Each record that follows should be transcribed word for word.
======== ENTRIES PROVIDED ========
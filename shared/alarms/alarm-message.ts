/**
 * The one-line message of a raised alarm, for lists, banners and mail: what is wrong, on which
 * transmitter, with the number that tripped it and the limit.
 */
import { formatDate, formatInstant } from '../format/time';
import type { AlarmCondition } from './alarm-codes';

export type AlarmDetail = Record<string, number | string | null>;

const pct = (share: unknown, digits = 1) => (typeof share === 'number' ? `${(share * 100).toFixed(digits)} %` : '?');
const num = (v: unknown, digits = 2) => (typeof v === 'number' ? v.toFixed(digits) : '?');
const isoUtc = (ms: unknown) => (typeof ms === 'number' ? new Date(ms).toISOString().replace('.000Z', 'Z') : '?');

/**
 * @param condition the condition raised
 * @param subject the transmitter's tag, or the meter run's tag for meter-run conditions
 * @param detail the numbers observed at the onset (shares as fractions, times as epoch ms)
 * @param timeZone the site's IANA zone: times are then said in its local time with the zone named
 *   ("3 Dec 2026, 09:11 CST"); without it, as UTC ISO 8601 instants (messages stored before
 *   issue 14 read so and stay as they are)
 * @returns a sentence
 */
export function alarmMessage(
  condition: AlarmCondition,
  subject: string,
  detail: AlarmDetail,
  timeZone?: string,
): string {
  const iso = (ms: unknown) => (timeZone && typeof ms === 'number' ? formatInstant(ms, timeZone) : isoUtc(ms));
  const day = (date: unknown) =>
    timeZone && typeof date === 'string' && /^\d{4}-\d{2}-\d{2}$/.test(date) ? formatDate(date) : date;
  switch (condition) {
    case 'dp-low-in-range':
      return `${subject} reads ${pct(detail.shareOfSpan)} of its span, below ${pct(detail.thresholdShareOfSpan, 0)}, while it is the DP in use and there is flow: its error is a large share of the reading.`;
    case 'dp-over-range':
      return `${subject} reads ${pct(detail.shareOfSpan)} of its span, above ${pct(detail.thresholdShareOfSpan, 0)}: the DP is over range and flow is under-registered.`;
    case 'stack-disagreement':
      return `${subject}: the stacked DP pair differ by ${pct(detail.differenceShareOfLowSpan, 2)} of the low-range span in their overlap (tolerance ${pct(detail.toleranceShareOfSpan, 2)}).`;
    case 'frozen':
      return `${subject} shows no variation for ${Math.round(Number(detail.windowS) / 60)} min (${detail.count} readings, σ = ${pct(detail.stdDevShareOfSpan, 4)} of span): the transmitter may be frozen.`;
    case 'stale':
      return `${subject} has sent no reading since ${iso(detail.lastReadingMs)} (limit ${Math.round(Number(detail.maxAgeS) / 60)} min).`;
    case 'bad-quality':
      return `${subject} reports bad-quality readings.`;
    case 'outside-standard-limits':
      return `${subject} is outside the limits of its standard (Re_D, β, pressure ratio) in the hour from ${iso(detail.hourStartMs)}.`;
    case 'calibration-due':
      return `${subject} is due for calibration on ${day(detail.calibrationDue)}.`;
    case 'calibration-overdue':
      return `${subject} is overdue for calibration (due ${day(detail.calibrationDue)}).`;
    case 'reconciliation-out-of-tolerance':
      return `${subject}: the contract day from ${iso(detail.dayStartMs)} differs from the field total by ${num(detail.differencePercent)} % (${detail.quantity}), outside the tolerance of ${num(detail.tolerancePercent)} %.`;
    case 'balance-out-of-tolerance':
      return `${subject}: the contract day from ${iso(detail.dayStartMs)} is out of balance by ${num(detail.imbalancePercent)} % of the inlet (${num(detail.imbalanceM3, 0)} m³), outside the tolerance of ${num(detail.tolerancePercent)} %${detail.exceedsUncertainty === 'true' ? '; larger than its own uncertainty' : detail.exceedsUncertainty === 'false' ? '; within its own uncertainty' : ''}.`;
    case 'care-due':
      return `${subject}: element care due soon: ${detail.records}.`;
    case 'care-overdue':
      return `${subject}: element care overdue: ${detail.records}.`;
    case 'reverse-flow':
      // Judged live from the DP (sinceMs) or from an hourly record (hourStartMs).
      if (typeof detail.sinceMs === 'number')
        return `${subject} is a one-way meter run and reads reverse flow since ${iso(detail.sinceMs)} (DP ${pct(detail.shareOfSpan)} of its span below zero): it is not counted as flow.`;
      return `${subject} is a one-way meter run and saw reverse flow in the hour from ${iso(detail.hourStartMs)}: it is not counted as flow.`;
    default:
      return `${subject}: ${condition}.`;
  }
}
========
> [RESPONSE]
filename shared/alarms/alarm-message.ts
/**
 * The one-line message of a raised alarm, for lists, banners and mail: what is wrong, on which
 * transmitter, with the number that tripped it and the limit.
 */
import { formatDate, formatInstant } from '../format/time';
import type { AlarmCondition } from './alarm-codes';

export type AlarmDetail = Record<string, number | string | null>;

const pct = (share: unknown, digits = 1) => (typeof share === 'number' ? `${(share * 100).toFixed(digits)} %` : '?');
const num = (v: unknown, digits = 2) => (typeof v === 'number' ? v.toFixed(digits) : '?');
const isoUtc = (ms: unknown) => (typeof ms === 'number' ? new Date(ms).toISOString().replace('.000Z', 'Z') : '?');

/**
 * @param condition the condition raised
 * @param subject the transmitter's tag, or the meter run's tag for meter-run conditions
 * @param detail the numbers observed at the onset (shares as fractions, times as epoch ms)
 * @param timeZone the site's IANA zone: times are then said in its local time with the zone named
 *   ("3 Dec 2026, 09:11 CST"); without it, as UTC ISO 8601 instants (messages stored before
 *   issue 14 read so and stay as they are)
 * @returns a sentence
 */
export function alarmMessage(
  condition: AlarmCondition,
  subject: string,
  detail: AlarmDetail,
  timeZone?: string,
): string {
  const iso = (ms: unknown) => (timeZone && typeof ms === 'number' ? formatInstant(ms, timeZone) : isoUtc(ms));
  const day = (date: unknown) =>
    timeZone && typeof date === 'string' && /^\d{4}-\d{2}-\d{2}$/.test(date) ? formatDate(date) : date;
  switch (condition) {
    case 'dp-low-in-range':
      return `${subject} reads ${pct(detail.shareOfSpan)} of its span, below ${pct(detail.thresholdShareOfSpan, 0)}, while it is the DP in use and there is flow: its error is a large share of the reading.`;
    case 'dp-over-range':
      return `${subject} reads ${pct(detail.shareOfSpan)} of its span, above ${pct(detail.thresholdShareOfSpan, 0)}: the DP is over range and flow is under-registered.`;
    case 'stack-disagreement':
      return `${subject}: the stacked DP pair differ by ${pct(detail.differenceShareOfLowSpan, 2)} of the low-range span in their overlap (tolerance ${pct(detail.toleranceShareOfSpan, 2)}).`;
    case 'frozen':
      return `${subject} shows no variation for ${Math.round(Number(detail.windowS) / 60)} min (${detail.count} readings, σ = ${pct(detail.stdDevShareOfSpan, 4)} of span): the transmitter may be frozen.`;
    case 'stale':
      return `${subject} has sent no reading since ${iso(detail.lastReadingMs)} (limit ${Math.round(Number(detail.maxAgeS) / 60)} min).`;
    case 'bad-quality':
      return `${subject} reports bad-quality readings.`;
    case 'outside-standard-limits':
      return `${subject} is outside the limits of its standard (Re_D, β, pressure ratio) in the hour from ${iso(detail.hourStartMs)}.`;
    case 'calibration-due':
      return `${subject} is due for calibration on ${day(detail.calibrationDue)}.`;
    case 'calibration-overdue':
      return `${subject} is overdue for calibration (due ${day(detail.calibrationDue)}).`;
    case 'reconciliation-out-of-tolerance':
      return `${subject}: the contract day from ${iso(detail.dayStartMs)} differs from the field total by ${num(detail.differencePercent)} % (${detail.quantity}), outside the tolerance of ${num(detail.tolerancePercent)} %.`;
    case 'balance-out-of-tolerance':
      return `${subject}: the contract day from ${iso(detail.dayStartMs)} is out of balance by ${num(detail.imbalancePercent)} % of the inlet (${num(detail.imbalanceM3, 0)} m³), outside the tolerance of ${num(detail.tolerancePercent)} %${detail.exceedsUncertainty === 'true' ? '; larger than its own uncertainty' : detail.exceedsUncertainty === 'false' ? '; within its own uncertainty' : ''}.`;
    case 'care-due':
      return `${subject}: element care due soon: ${detail.records}.`;
    case 'care-overdue':
      return `${subject}: element care overdue: ${detail.records}.`;
    case 'reverse-flow':
      // Judged live from the DP (sinceMs) or from an hourly record (hourStartMs).
      if (typeof detail.sinceMs === 'number')
        return `${subject} is a one-way meter run and reads reverse flow since ${iso(detail.sinceMs)} (DP ${pct(detail.shareOfSpan)} of its span below zero): it is not counted as flow.`;
      return `${subject} is a one-way meter run and saw reverse flow in the hour from ${iso(detail.hourStartMs)}: it is not counted as flow.`;
    default:
      return `${subject}: ${condition}.`;
  }
}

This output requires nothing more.